Archimedean polyhedra
Here are templates for making paper models for each of the 5 Platonic solids and the 13 Archimedean semi-regular polyhedra. You are free to use them for any non-commercial purpose, as long as the copyright notice on each page is retained.
Here's a complete set of the Archimedean polyhedra:
I think that they are pretty straightforward to assemble without any instructions just cut them out carefully, fold along the black lines, and tape. In some cases you'll need to print multiple copies of a template. The parenthesized numbers before each name tells you what each vertex should look like: in a (3,4,3,4) cuboctahedron, for instance, each vertex should be surrounded by a triangle, a square, another triangle, and other square, in order as you go around the vertex.

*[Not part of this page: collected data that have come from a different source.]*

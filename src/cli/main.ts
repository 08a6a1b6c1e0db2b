import { Command, CommanderError } from 'commander';
import { InputError } from '../quantity/input-fault.ts';
import { EXIT } from './exit-codes.ts';
import { addShapingOptions, readRequest } from './options.ts';
import { installedPackage } from './package-root.ts';
import { quietStreams, writeMessage, writeResult } from './terminal.ts';
import { UsageError } from './usage-error.ts';
import { addWhatifOptions, readWhatifRequest } from './whatif-options.ts';

const EXIT_HELP = `
Exit codes: 0 done, 1 done and something was flagged (with --strict), 2 wrong
usage, 3 input that cannot be used or a place that cannot be written, 4 nothing
can be told apart, 70 a defect of the program.`;

const SOLVE_HELP = `
DIR is new, empty, or an earlier result, which is then replaced; it is complete
or not there at all.

Examples:
  oddloop solve bench.csv --out result
  oddloop solve monday.csv tuesday.csv --out result --u 0.3 --grid 1/12
  oddloop solve --settings result/summary.json --out again
${EXIT_HELP}`;

const WHATIF_HELP = `
Examples:
  oddloop whatif --units 6 --budget-minutes 240 --sheet afternoon.csv
  oddloop whatif --units 8 --pattern all,ring,triangles,hub
  oddloop whatif plan.csv --add 3 --for worst
  oddloop whatif --from result --add 4 --sheet more.csv
${EXIT_HELP}`;

const REPORT_HELP = `
Start it in the folder in which RESULT was made: input files are looked for from
there. Where one of them has changed since, nothing is replaced (exit code 3).

Example:
  oddloop report result
${EXIT_HELP}`;

const COMPARE_HELP = `
Writes differences.csv, or matches.csv with --match, into RESULT.

Examples:
  oddloop compare result N01 N02
  oddloop compare result --match 2 --within 0.5 --band '2 kHz..20 kHz'
${EXIT_HELP}`;

/**
 * Runs one command line.
 * @param argv what follows the program's name.
 * @returns the exit code. Messages have gone to stderr, results to stdout.
 */
export async function run(argv: readonly string[]): Promise<number> {
  quietStreams();
  try {
    return await dispatch(argv);
  } catch (error) {
    return await explain(error);
  }
}

async function dispatch(argv: readonly string[]): Promise<number> {
  let code: number = EXIT.done;
  let printed = '';
  const program = new Command('oddloop')
    .description('Separates the responses of transducers that can only be measured in pairs.')
    .version(installedPackage().version)
    .addHelpText('after', `${EXIT_HELP}\n\nTo begin: oddloop demo`)
    .exitOverride()
    .configureOutput({
      writeOut: (text) => {
        printed += text;
      },
      writeErr: (text) => writeMessage(text.trimEnd()),
      outputError: (text) => writeMessage(text.trimEnd().replace(/^error: /, 'oddloop: ')),
    })
    .showHelpAfterError('oddloop --help lists the commands; oddloop COMMAND --help its options.');

  // The commands are loaded only when they run: help and wrong usage answer at once.
  program
    .command('demo')
    .summary('write the demo set, solve it, and say where to look')
    .description('Writes the demo set to DIR, solves it to DIR/result, and says where to look.')
    .argument('[DIR]', 'folder to write to', 'oddloop-demo')
    .option('--quiet', 'no summary and no progress')
    .action(async (folder: string, values: Record<string, unknown>) => {
      const { demoCommand } = await import('./demo-command.ts');
      code = await demoCommand(demoFolder(folder), values.quiet === true);
    });
  addShapingOptions(
    program
      .command('solve')
      .summary('separate the responses and write all outputs')
      .description('Separates the responses of the units, with uncertainties, and writes all outputs to DIR.')
      .option('--out <DIR>', 'folder to write to (required)'),
  )
    .option('--strict', 'end with 1 when anything is flagged')
    .option('--quiet', 'no summary and no progress')
    .addHelpText('after', SOLVE_HELP)
    .action(async (files: string[], values: Record<string, unknown>) => {
      const request = readRequest(files, values, { writes: true, name: 'solve' });
      const { solveCommand } = await import('./solve-command.ts');
      code = await solveCommand(request, request.out as string);
    });
  addShapingOptions(
    program
      .command('inspect')
      .summary('what files hold, what is wrong with them, what can be told apart')
      .description('Says what the files hold, what is wrong with them, and what can be told apart. Writes nothing.'),
  )
    .option('--quiet', 'no progress')
    .addHelpText('after', `\nExample:\n  oddloop inspect bench.csv\n${EXIT_HELP}`)
    .action(async (files: string[], values: Record<string, unknown>) => {
      const request = readRequest(files, values, { writes: false, name: 'inspect' });
      const { inspectCommand } = await import('./inspect-command.ts');
      code = await inspectCommand(request);
    });
  addWhatifOptions(
    program
      .command('whatif')
      .summary('plan the bench day: what designs will deliver, suggestions, run sheet')
      .description('Says what designs will deliver before anything is mounted; suggests, orders and rehearses takes.'),
  )
    .addHelpText('after', WHATIF_HELP)
    .action(async (designs: string[], values: Record<string, unknown>) => {
      const request = readWhatifRequest(designs, values);
      const { whatifCommand } = await import('./whatif-command.ts');
      code = await whatifCommand(request);
    });
  program
    .command('report')
    .summary('make a result anew: report.html, its pictures and all tables')
    .description('Repeats the run of RESULT from its summary.json and replaces RESULT: page, pictures and tables.')
    .argument('<RESULT>', 'folder that solve wrote')
    .option('--quiet', 'no summary and no progress')
    .addHelpText('after', REPORT_HELP)
    .action(async (folder: string, values: Record<string, unknown>) => {
      const { reportCommand } = await import('./report-command.ts');
      code = await reportCommand(folder, values.quiet === true);
    });
  program
    .command('next')
    .summary('after a run: the takes most worth adding, and what each buys')
    .description('Repeats the run in RESULT and names the takes most worth adding, with what each buys.')
    .argument('<RESULT>', 'folder that solve wrote')
    .option('--target-db <U>', 'expanded uncertainty that the worst unit is to have')
    .option('--band <LO..HI>', "bands that count, such as '2 kHz..80 kHz'")
    .option('--most <N>', 'takes that may be added for the target (default: 20)')
    .option('--json', 'print JSON instead of text')
    .option('--quiet', 'no summary and no progress')
    .addHelpText('after', `\nExample:\n  oddloop next result --target-db 0.5\n${EXIT_HELP}`)
    .action(async (run: string, values: Record<string, unknown>) => {
      const { nextCommand, readNextRequest } = await import('./next-command.ts');
      code = await nextCommand(readNextRequest(run, values));
    });
  program
    .command('compare')
    .summary('differences between units of a result, and sets that match')
    .description('Says by how much units of RESULT differ, with U; or which sets of units match within a tolerance.')
    .argument('<RESULT>', 'folder that solve wrote')
    .argument('[UNIT...]', 'units to compare, each with each; for --match the units to choose from (default: all)')
    .option('--match <N>', 'list sets of N units that agree')
    .option('--within <DB>', 'largest difference within such a set')
    .option('--band <LO..HI>', "frequencies that count, such as '2 kHz..80 kHz'")
    .option('--seed <N>', 'seed of the draws behind a probability (default: 1)')
    .option('--quiet', 'no table on the terminal')
    .addHelpText('after', COMPARE_HELP)
    .action(async (result: string, units: string[], values: Record<string, unknown>) => {
      const { compareCommand, readCompareRequest } = await import('./compare-command.ts');
      code = await compareCommand(readCompareRequest(result, units, values));
    });

  try {
    await program.parseAsync(argv, { from: 'user' });
  } catch (error) {
    if (!(error instanceof CommanderError)) throw error;
    // The parser has already told what is wrong; help that was asked for is no error.
    code = error.exitCode === 0 ? EXIT.done : EXIT.usage;
    const word = error.code === 'commander.unknownCommand' ? argv.find((text) => !text.startsWith('-')) : undefined;
    if (word?.includes('.')) writeMessage(`To solve files: oddloop solve ${word} --out result`);
  }
  if (printed !== '') await writeResult(printed);
  return code;
}

function demoFolder(folder: string): string {
  if (folder.trim() !== '') return folder;
  throw new UsageError([
    `DIR: found ${JSON.stringify(folder)}; expected the name of a folder. Example: oddloop demo my-demo`,
  ]);
}

async function explain(error: unknown): Promise<number> {
  if (error instanceof UsageError) {
    writeMessage(error.troubles.map((trouble) => `oddloop: ${trouble}`).join('\n'));
    writeMessage('oddloop COMMAND --help lists the options.');
    return EXIT.usage;
  }
  if (error instanceof InputError) {
    const { faultList } = await import('../report/fault-list.ts');
    writeMessage(faultList(error.faults).trimEnd());
    return EXIT.input;
  }
  writeMessage(error instanceof Error ? (error.stack ?? error.message) : String(error));
  writeMessage(
    `This is a defect of oddloop ${installedPackage().version} (Node ${process.version}), not of your files. Please report it with the lines above.`,
  );
  return EXIT.defect;
}
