import type { TextStyle } from '../report/result.ts';

/** Where the line goes: stderr, or what stands in for it. */
export interface ProgressStream {
  readonly isTTY?: boolean | undefined;
  readonly columns?: number | undefined;
  readonly write: (text: string) => unknown;
}

export interface ProgressOptions {
  readonly quiet: boolean;
  readonly style: TextStyle;
  readonly environment: Readonly<Record<string, string | undefined>>;
  /** Milliseconds. */
  readonly now?: () => number;
}

/** One line that tells a waiting person what is going on. */
export interface Progress {
  /** Names the step begun; the function takes what is done of it and all there is. */
  readonly step: (name: string) => (done: number, total: number) => void;
  /** Takes the line away. To be called before anything else is written to the terminal. */
  readonly clear: () => void;
}

/** A run shorter than this shows no line: it would only flicker. Milliseconds. */
const PATIENCE = 1000;
/** Least time between two lines. Milliseconds. */
const PAUSE = 100;
const START_OF_EMPTY_LINE = '\r\u001B[2K';

/** A progress line on a terminal; one that stays silent where there is no terminal, or it cannot take a line back, or quiet was asked for. */
export function progressLine(stream: ProgressStream, options: ProgressOptions): Progress {
  const now = options.now ?? (() => performance.now());
  if (stream.isTTY !== true || options.quiet || options.environment.TERM === 'dumb') {
    return { step: () => () => undefined, clear: () => undefined };
  }
  let due = now() + PATIENCE;
  let isShown = false;
  const show = (text: string) => {
    if (now() < due) return;
    due = now() + PAUSE;
    isShown = true;
    // A line that wraps could not be taken back. Some terminals say that they have 0 columns.
    stream.write(START_OF_EMPTY_LINE + options.style.faint(text.slice(0, (stream.columns || 80) - 1)));
  };
  return {
    step: (name) => {
      show(`${name} …`);
      return (done, total) => show(total > 0 ? `${name} … ${Math.floor((100 * done) / total)} %` : `${name} …`);
    },
    clear: () => {
      if (isShown) stream.write(START_OF_EMPTY_LINE);
      isShown = false;
    },
  };
}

Knowing this can be helpful when you're trying to fold the pieces up and figure out what pairs of edges match up.
For best results, print these templates out on cardstock, or print them on regular paper and use a pin to transfer the template to something heavier. Each template is fitted within the printable area of a Tektronix Phaser 360 color printer (which is what I used in making mine). If your printer has a smaller printable area, some edges may get cut off. Sorry.
All of the models have a common edge length, so relative sizes are meaningful. The squares on the smallest (the cuboctahedron) are the same size as the squares of the largest (the truncated icosidodecahedron). This means that some of the polyhedra turn out very large, and take several sheets of paper. The largest one requires seven pages of template and is roughly nine inches in diameter when completed.
Start by making the Platonic solids and the smaller Archimedeans first. The larger ones are trickier to cut out and assemble.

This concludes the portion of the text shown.